YOUR TASK:
Every line of the material below should be copied exactly.

INPUT DATA:
BEGIN

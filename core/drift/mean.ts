/** A tree of plain data whose numeric leaves can be averaged. */
export type Tree = number | null | readonly Tree[] | { readonly [key: string]: Tree };

/** Leaf by leaf Σ w·x over trees of one shape; a leaf that is null in any of them is null in the mean. */
export function weightedMean<T>(trees: readonly T[], weights: readonly number[]): T {
  if (trees.length === 1 && weights[0] === 1) return trees[0];
  return meanOf(trees as unknown as readonly Tree[], weights) as unknown as T;
}

function meanOf(trees: readonly Tree[], weights: readonly number[]): Tree {
  const [head] = trees;
  if (typeof head === 'number') {
    let sum = 0;
    for (let k = 0; k < trees.length; k++) {
      const x = trees[k];
      if (x === null) return null;
      sum += weights[k] * (x as number);
    }
    return sum;
  }
  if (trees.includes(null)) return null;
  if (Array.isArray(head)) {
    const lists = trees as readonly (readonly Tree[])[];
    return head.map((_, i) => meanOf(column(lists, i), weights));
  }
  const records = trees as readonly { readonly [key: string]: Tree }[];
  const mean: Record<string, Tree> = {};
  for (const key of Object.keys(head as object)) mean[key] = meanOf(column(records, key), weights);
  return mean;
}

/** One branch of every tree. */
function column<K extends string | number>(trees: readonly { readonly [key in K]: Tree }[], key: K): Tree[] {
  const out = new Array<Tree>(trees.length);
  for (let k = 0; k < trees.length; k++) out[k] = trees[k][key];
  return out;
}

END

RESPONSE TO THE EXERCISE:
filename core/drift/mean.ts
/** A tree of plain data whose numeric leaves can be averaged. */
export type Tree = number | null | readonly Tree[] | { readonly [key: string]: Tree };

/** Leaf by leaf Σ w·x over trees of one shape; a leaf that is null in any of them is null in the mean. */
export function weightedMean<T>(trees: readonly T[], weights: readonly number[]): T {
  if (trees.length === 1 && weights[0] === 1) return trees[0];
  return meanOf(trees as unknown as readonly Tree[], weights) as unknown as T;
}

function meanOf(trees: readonly Tree[], weights: readonly number[]): Tree {
  const [head] = trees;
  if (typeof head === 'number') {
    let sum = 0;
    for (let k = 0; k < trees.length; k++) {
      const x = trees[k];
      if (x === null) return null;
      sum += weights[k] * (x as number);
    }
    return sum;
  }
  if (trees.includes(null)) return null;
  if (Array.isArray(head)) {
    const lists = trees as readonly (readonly Tree[])[];
    return head.map((_, i) => meanOf(column(lists, i), weights));
  }
  const records = trees as readonly { readonly [key: string]: Tree }[];
  const mean: Record<string, Tree> = {};
  for (const key of Object.keys(head as object)) mean[key] = meanOf(column(records, key), weights);
  return mean;
}

/** One branch of every tree. */
function column<K extends string | number>(trees: readonly { readonly [key in K]: Tree }[], key: K): Tree[] {
  const out = new Array<Tree>(trees.length);
  for (let k = 0; k < trees.length; k++) out[k] = trees[k][key];
  return out;
}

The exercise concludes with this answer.